>>>>
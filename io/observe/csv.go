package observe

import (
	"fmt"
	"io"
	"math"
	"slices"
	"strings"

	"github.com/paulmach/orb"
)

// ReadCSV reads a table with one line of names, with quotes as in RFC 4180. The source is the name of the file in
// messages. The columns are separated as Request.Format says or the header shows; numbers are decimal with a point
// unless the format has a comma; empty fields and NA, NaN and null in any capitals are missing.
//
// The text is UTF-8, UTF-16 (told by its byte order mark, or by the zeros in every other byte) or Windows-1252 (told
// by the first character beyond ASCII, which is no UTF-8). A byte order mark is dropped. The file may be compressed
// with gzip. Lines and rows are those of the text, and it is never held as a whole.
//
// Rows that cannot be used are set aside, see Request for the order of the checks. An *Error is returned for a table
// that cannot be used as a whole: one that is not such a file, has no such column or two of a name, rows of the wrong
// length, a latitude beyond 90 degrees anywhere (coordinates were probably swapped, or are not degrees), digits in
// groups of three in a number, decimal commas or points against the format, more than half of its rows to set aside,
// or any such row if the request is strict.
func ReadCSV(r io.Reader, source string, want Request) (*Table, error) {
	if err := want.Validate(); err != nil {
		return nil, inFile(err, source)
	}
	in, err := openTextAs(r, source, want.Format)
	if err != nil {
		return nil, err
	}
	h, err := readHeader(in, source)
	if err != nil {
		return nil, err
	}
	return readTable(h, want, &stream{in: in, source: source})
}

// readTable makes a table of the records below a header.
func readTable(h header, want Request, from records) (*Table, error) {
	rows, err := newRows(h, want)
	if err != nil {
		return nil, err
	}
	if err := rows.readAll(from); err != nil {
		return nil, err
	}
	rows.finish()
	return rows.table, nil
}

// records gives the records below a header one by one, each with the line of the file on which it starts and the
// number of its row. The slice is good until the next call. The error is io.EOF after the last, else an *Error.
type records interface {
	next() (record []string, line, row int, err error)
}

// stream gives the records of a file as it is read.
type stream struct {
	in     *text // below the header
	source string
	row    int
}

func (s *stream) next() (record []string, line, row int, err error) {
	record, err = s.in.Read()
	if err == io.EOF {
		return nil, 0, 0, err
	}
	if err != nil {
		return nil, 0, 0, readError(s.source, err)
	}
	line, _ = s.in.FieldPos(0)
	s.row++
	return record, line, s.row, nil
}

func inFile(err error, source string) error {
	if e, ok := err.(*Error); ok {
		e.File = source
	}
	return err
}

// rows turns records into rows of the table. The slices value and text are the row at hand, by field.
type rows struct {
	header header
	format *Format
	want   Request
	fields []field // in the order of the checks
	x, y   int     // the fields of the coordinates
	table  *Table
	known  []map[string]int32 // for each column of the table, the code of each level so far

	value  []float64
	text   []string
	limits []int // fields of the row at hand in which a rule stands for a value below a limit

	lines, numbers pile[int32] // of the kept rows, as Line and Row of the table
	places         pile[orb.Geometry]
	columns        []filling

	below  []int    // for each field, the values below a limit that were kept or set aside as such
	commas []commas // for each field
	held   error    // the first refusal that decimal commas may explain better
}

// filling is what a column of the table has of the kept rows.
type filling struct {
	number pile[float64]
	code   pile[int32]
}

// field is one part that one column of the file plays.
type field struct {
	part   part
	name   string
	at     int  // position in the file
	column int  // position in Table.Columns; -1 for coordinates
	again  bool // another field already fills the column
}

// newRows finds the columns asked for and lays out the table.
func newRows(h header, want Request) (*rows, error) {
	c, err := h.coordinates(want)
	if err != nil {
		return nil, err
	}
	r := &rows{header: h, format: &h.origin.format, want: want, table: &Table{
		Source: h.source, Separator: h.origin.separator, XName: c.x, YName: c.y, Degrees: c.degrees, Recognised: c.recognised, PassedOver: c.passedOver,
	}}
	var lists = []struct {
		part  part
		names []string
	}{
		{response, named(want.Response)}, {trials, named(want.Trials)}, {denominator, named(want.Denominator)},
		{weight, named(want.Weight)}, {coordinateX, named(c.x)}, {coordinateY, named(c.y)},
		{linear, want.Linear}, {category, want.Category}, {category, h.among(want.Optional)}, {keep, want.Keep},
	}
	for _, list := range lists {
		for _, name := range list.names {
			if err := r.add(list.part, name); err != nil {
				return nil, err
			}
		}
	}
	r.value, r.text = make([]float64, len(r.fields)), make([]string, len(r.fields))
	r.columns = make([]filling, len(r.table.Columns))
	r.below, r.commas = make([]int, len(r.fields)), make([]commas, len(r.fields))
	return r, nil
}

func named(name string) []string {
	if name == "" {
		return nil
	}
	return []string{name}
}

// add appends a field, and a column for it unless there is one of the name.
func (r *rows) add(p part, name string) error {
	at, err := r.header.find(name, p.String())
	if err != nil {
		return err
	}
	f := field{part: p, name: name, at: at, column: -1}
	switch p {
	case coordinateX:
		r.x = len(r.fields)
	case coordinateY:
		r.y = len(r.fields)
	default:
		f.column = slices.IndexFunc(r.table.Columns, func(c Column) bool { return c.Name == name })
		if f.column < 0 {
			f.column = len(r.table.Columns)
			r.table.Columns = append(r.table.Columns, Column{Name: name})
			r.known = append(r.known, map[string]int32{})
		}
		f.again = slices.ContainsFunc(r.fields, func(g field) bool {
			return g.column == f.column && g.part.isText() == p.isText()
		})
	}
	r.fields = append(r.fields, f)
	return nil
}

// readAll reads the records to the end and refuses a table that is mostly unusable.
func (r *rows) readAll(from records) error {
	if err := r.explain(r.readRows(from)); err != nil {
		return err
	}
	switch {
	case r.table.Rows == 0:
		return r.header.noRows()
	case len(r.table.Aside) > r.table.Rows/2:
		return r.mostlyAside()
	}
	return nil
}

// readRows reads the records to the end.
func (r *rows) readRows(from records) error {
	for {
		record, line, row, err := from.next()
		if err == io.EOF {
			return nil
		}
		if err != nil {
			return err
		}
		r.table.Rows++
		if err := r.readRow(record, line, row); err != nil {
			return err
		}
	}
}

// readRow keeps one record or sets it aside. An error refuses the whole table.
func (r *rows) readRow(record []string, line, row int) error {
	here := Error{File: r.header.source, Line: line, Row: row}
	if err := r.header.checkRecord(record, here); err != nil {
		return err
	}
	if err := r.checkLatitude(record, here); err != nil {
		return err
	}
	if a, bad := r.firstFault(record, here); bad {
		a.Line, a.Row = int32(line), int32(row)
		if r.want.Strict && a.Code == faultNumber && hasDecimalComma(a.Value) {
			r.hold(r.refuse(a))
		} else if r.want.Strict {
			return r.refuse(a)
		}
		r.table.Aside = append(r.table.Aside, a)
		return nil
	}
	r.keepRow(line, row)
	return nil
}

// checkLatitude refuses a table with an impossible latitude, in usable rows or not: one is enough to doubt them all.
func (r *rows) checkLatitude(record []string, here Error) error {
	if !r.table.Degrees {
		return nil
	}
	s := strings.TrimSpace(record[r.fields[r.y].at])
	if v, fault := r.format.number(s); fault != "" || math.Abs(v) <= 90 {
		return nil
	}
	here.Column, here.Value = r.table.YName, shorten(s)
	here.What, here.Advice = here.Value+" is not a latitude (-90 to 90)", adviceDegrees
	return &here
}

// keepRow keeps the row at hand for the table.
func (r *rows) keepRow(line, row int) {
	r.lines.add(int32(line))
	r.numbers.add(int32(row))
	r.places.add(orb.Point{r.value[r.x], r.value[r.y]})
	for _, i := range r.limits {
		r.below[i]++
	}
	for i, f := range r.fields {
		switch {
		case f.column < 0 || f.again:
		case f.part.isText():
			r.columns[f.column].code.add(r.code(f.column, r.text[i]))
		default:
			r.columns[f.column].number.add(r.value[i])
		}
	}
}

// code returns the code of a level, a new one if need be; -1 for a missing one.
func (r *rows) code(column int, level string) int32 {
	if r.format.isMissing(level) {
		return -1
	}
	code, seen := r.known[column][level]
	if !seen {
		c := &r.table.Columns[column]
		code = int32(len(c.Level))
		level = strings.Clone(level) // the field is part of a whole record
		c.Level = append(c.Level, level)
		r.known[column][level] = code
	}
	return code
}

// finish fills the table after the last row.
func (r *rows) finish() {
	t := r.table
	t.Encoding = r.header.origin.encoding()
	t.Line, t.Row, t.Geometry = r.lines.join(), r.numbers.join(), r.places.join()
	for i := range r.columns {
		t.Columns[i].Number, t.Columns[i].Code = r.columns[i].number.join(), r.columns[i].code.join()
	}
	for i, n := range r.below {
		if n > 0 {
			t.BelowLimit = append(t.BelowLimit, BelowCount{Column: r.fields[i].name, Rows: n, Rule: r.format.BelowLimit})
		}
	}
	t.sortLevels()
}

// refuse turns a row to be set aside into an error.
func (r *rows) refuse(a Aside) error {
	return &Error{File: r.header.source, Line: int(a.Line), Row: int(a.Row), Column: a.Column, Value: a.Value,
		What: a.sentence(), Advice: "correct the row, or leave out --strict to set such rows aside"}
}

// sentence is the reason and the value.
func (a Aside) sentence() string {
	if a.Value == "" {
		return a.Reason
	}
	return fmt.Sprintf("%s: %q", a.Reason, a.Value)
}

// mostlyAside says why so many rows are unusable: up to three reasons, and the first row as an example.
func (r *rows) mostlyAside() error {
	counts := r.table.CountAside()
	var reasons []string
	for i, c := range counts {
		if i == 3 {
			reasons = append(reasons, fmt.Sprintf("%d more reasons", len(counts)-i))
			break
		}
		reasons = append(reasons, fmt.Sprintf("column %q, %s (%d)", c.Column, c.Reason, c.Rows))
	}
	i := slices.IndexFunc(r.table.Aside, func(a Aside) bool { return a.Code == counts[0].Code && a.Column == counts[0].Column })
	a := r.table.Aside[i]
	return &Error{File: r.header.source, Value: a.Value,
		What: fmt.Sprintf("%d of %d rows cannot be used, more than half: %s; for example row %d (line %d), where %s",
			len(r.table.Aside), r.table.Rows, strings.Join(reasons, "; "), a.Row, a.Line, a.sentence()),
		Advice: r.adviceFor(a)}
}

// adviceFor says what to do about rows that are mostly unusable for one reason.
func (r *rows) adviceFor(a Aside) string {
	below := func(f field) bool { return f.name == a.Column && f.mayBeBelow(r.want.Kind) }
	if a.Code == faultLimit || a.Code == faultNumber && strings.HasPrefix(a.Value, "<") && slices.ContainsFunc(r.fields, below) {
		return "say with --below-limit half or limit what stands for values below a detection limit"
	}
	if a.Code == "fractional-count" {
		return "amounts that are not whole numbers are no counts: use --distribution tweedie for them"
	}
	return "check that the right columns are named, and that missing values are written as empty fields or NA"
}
<<<<
◆ Task goal
Everything from the line containing "if a.Code == faultLimit" through the final line of the records is what you should print, exactly and with nothing added.

◆ Reply
	if a.Code == faultLimit || a.Code == faultNumber && strings.HasPrefix(a.Value, "<") && slices.ContainsFunc(r.fields, below) {
		return "say with --below-limit half or limit what stands for values below a detection limit"
	}
	if a.Code == "fractional-count" {
		return "amounts that are not whole numbers are no counts: use --distribution tweedie for them"
	}
	return "check that the right columns are named, and that missing values are written as empty fields or NA"
}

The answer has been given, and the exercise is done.